▼▼▼

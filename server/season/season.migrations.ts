import { SeasonRun1796165312435 } from './migrations/1796165312435-SeasonRun';

/** Reviewed migrations of the season run and tiers. */
export const seasonMigrations: Function[] = [SeasonRun1796165312435];
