/// Where the PML sits, so that the solver can build the complex stretch.
#[derive(Clone, Copy, Debug, PartialEq)]
pub enum PmlGeometry {
    /// No PML: the outer boundary is a wall.
    None,
    /// Radial stretch in the distance `rho` from `centre`, for `inner <= rho <= outer`.
    Radial {
        /// Centre of the radial stretch.
        centre: [f64; 2],
        /// Radius where the PML starts.
        inner: f64,
        /// Radius of the outer boundary.
        outer: f64,
    },
    /// Separate stretches along `u` and `v` outside the inner box, up to the outer box.
    /// Boxes are `[u_min, u_max, v_min, v_max]`. A side with no layer has
    /// equal inner and outer coordinates.
    Cartesian {
        /// The physical (unstretched) box.
        inner: [f64; 4],
        /// The outer boundary of the domain.
        outer: [f64; 4],
    },
}

/// Description of the computational domain a generated mesh covers.
#[derive(Clone, Copy, Debug, PartialEq)]
pub struct Domain {
    /// Which coordinates the section lives in.
    pub kind: DomainKind,
    /// The PML, if any.
    pub pml: PmlGeometry,
}

/// A validated triangle mesh with derived edge topology.
#[derive(Clone, Debug)]
pub struct Mesh {
    points: Vec<[f64; 2]>,
    order: GeometryOrder,
    triangles: Vec<Triangle>,
    regions: Vec<Region>,
    boundary_names: Vec<String>,
    domain: Option<Domain>,
    // derived
    edges: Vec<[NodeId; 2]>,
    triangle_edges: Vec<[(EdgeId, i8); 3]>,
    boundary: Vec<BoundaryEdge>,
    pi_partners: Option<Vec<NodeId>>,
    mirror_partners: Option<Vec<NodeId>>,
}
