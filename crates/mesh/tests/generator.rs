//! Invariants of the built-in generator: areas against exact geometry,
//! region placement, tags, quadratic nodes on the true curves, pi symmetry,
//! size control, clean errors, and random valid inputs.
use std::collections::HashMap;
use std::f64::consts::PI;

use proptest::prelude::*;
use twistmode_mesh::{
    generate, BodySpec, DomainKind, GeneratorSpec, GeometryOrder, Mesh, MeshError, NodeId,
    PmlGeometry, RegionKind, SectionShape, Surroundings,
};

fn body(shape: SectionShape, centre: [f64; 2], h: f64) -> BodySpec {
    BodySpec {
        shape,
        centre,
        material: "glass_q".into(),
        max_edge: h,
    }
}

fn medium(padding: f64, pml: f64, h: f64) -> Surroundings {
    Surroundings::Medium {
        padding,
        pml_thickness: pml,
        max_edge: h,
    }
}

fn region_area(mesh: &Mesh, name: &str) -> f64 {
    let r = mesh.regions().iter().position(|r| r.name == name).unwrap();
    (0..mesh.triangles().len())
        .filter(|&t| mesh.triangles()[t].region.idx() == r)
        .map(|t| mesh.triangle_area(t))
        .sum()
}

/// Boundary or interface edges with both ends on the circle |x - c| = radius,
/// as (a, b, mid node) coordinates.
fn circle_edges(mesh: &Mesh, c: [f64; 2], radius: f64) -> Vec<([f64; 2], [f64; 2], [f64; 2])> {
    let on = |p: [f64; 2]| ((p[0] - c[0]).hypot(p[1] - c[1]) - radius).abs() < 1e-12 * radius;
    let mut seen = HashMap::new();
    for t in mesh.triangles() {
        for k in 0..3 {
            let (a, b) = (t.nodes[k], t.nodes[(k + 1) % 3]);
            let (pa, pb) = (mesh.points()[a.idx()], mesh.points()[b.idx()]);
            if on(pa) && on(pb) {
                let m = if mesh.order() == GeometryOrder::Quadratic {
                    mesh.points()[t.nodes[3 + k].idx()]
                } else {
                    [0.5 * (pa[0] + pb[0]), 0.5 * (pa[1] + pb[1])]
                };
                seen.insert((a.min(b), a.max(b)), (pa, pb, m));
            }
        }
    }
    seen.into_values().collect()
}
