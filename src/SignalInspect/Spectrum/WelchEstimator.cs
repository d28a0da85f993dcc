using System.Numerics;
using System.Runtime.InteropServices;
using SignalInspect.Capture;
using SignalInspect.Dsp;

namespace SignalInspect.Spectrum;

▲▲▲

• _EXERCISE GOAL_: What you return should match the data character for character.

• _TASK RESULT_:
filename server/season/season.migrations.ts
import { SeasonRun1796165312435 } from './migrations/1796165312435-SeasonRun';

/** Reviewed migrations of the season run and tiers. */
export const seasonMigrations: Function[] = [SeasonRun1796165312435];
/// Where the PML sits, so that the solver can build the complex stretch.
#[derive(Clone, Copy, Debug, PartialEq)]
pub enum PmlGeometry {
    /// No PML: the outer boundary is a wall.
    None,
    /// Radial stretch in the distance `rho` from `centre`, for `inner <= rho <= outer`.
    Radial {
        /// Centre of the radial stretch.
        centre: [f64; 2],
        /// Radius where the PML starts.
        inner: f64,
        /// Radius of the outer boundary.
        outer: f64,
    },
    /// Separate stretches along `u` and `v` outside the inner box, up to the outer box.
    /// Boxes are `[u_min, u_max, v_min, v_max]`. A side with no layer has
    /// equal inner and outer coordinates.
    Cartesian {
        /// The physical (unstretched) box.
        inner: [f64; 4],
        /// The outer boundary of the domain.
        outer: [f64; 4],
    },
}

/// Description of the computational domain a generated mesh covers.
#[derive(Clone, Copy, Debug, PartialEq)]
pub struct Domain {
    /// Which coordinates the section lives in.
    pub kind: DomainKind,
    /// The PML, if any.
    pub pml: PmlGeometry,
}

/// A validated triangle mesh with derived edge topology.
#[derive(Clone, Debug)]
pub struct Mesh {
    points: Vec<[f64; 2]>,
    order: GeometryOrder,
    triangles: Vec<Triangle>,
    regions: Vec<Region>,
    boundary_names: Vec<String>,
    domain: Option<Domain>,
    // derived
    edges: Vec<[NodeId; 2]>,
    triangle_edges: Vec<[(EdgeId, i8); 3]>,
    boundary: Vec<BoundaryEdge>,
    pi_partners: Option<Vec<NodeId>>,
    mirror_partners: Option<Vec<NodeId>>,
}
filename crates/mesh/tests/generator.rs
//! Invariants of the built-in generator: areas against exact geometry,
//! region placement, tags, quadratic nodes on the true curves, pi symmetry,
//! size control, clean errors, and random valid inputs.
use std::collections::HashMap;
use std::f64::consts::PI;

use proptest::prelude::*;
use twistmode_mesh::{
    generate, BodySpec, DomainKind, GeneratorSpec, GeometryOrder, Mesh, MeshError, NodeId,
    PmlGeometry, RegionKind, SectionShape, Surroundings,
};

fn body(shape: SectionShape, centre: [f64; 2], h: f64) -> BodySpec {
    BodySpec {
        shape,
        centre,
        material: "glass_q".into(),
        max_edge: h,
    }
}

fn medium(padding: f64, pml: f64, h: f64) -> Surroundings {
    Surroundings::Medium {
        padding,
        pml_thickness: pml,
        max_edge: h,
    }
}

fn region_area(mesh: &Mesh, name: &str) -> f64 {
    let r = mesh.regions().iter().position(|r| r.name == name).unwrap();
    (0..mesh.triangles().len())
        .filter(|&t| mesh.triangles()[t].region.idx() == r)
        .map(|t| mesh.triangle_area(t))
        .sum()
}

/// Boundary or interface edges with both ends on the circle |x - c| = radius,
/// as (a, b, mid node) coordinates.
fn circle_edges(mesh: &Mesh, c: [f64; 2], radius: f64) -> Vec<([f64; 2], [f64; 2], [f64; 2])> {
    let on = |p: [f64; 2]| ((p[0] - c[0]).hypot(p[1] - c[1]) - radius).abs() < 1e-12 * radius;
    let mut seen = HashMap::new();
    for t in mesh.triangles() {
        for k in 0..3 {
            let (a, b) = (t.nodes[k], t.nodes[(k + 1) % 3]);
            let (pa, pb) = (mesh.points()[a.idx()], mesh.points()[b.idx()]);
            if on(pa) && on(pb) {
                let m = if mesh.order() == GeometryOrder::Quadratic {
                    mesh.points()[t.nodes[3 + k].idx()]
                } else {
                    [0.5 * (pa[0] + pb[0]), 0.5 * (pa[1] + pb[1])]
                };
                seen.insert((a.min(b), a.max(b)), (pa, pb, m));
            }
        }
    }
    seen.into_values().collect()
}
filename src/SignalInspect/Spectrum/WelchEstimator.cs
repository d28a0da85f993dcc
using System.Numerics;
using System.Runtime.InteropServices;
using SignalInspect.Capture;
using SignalInspect.Dsp;

namespace SignalInspect.Spectrum;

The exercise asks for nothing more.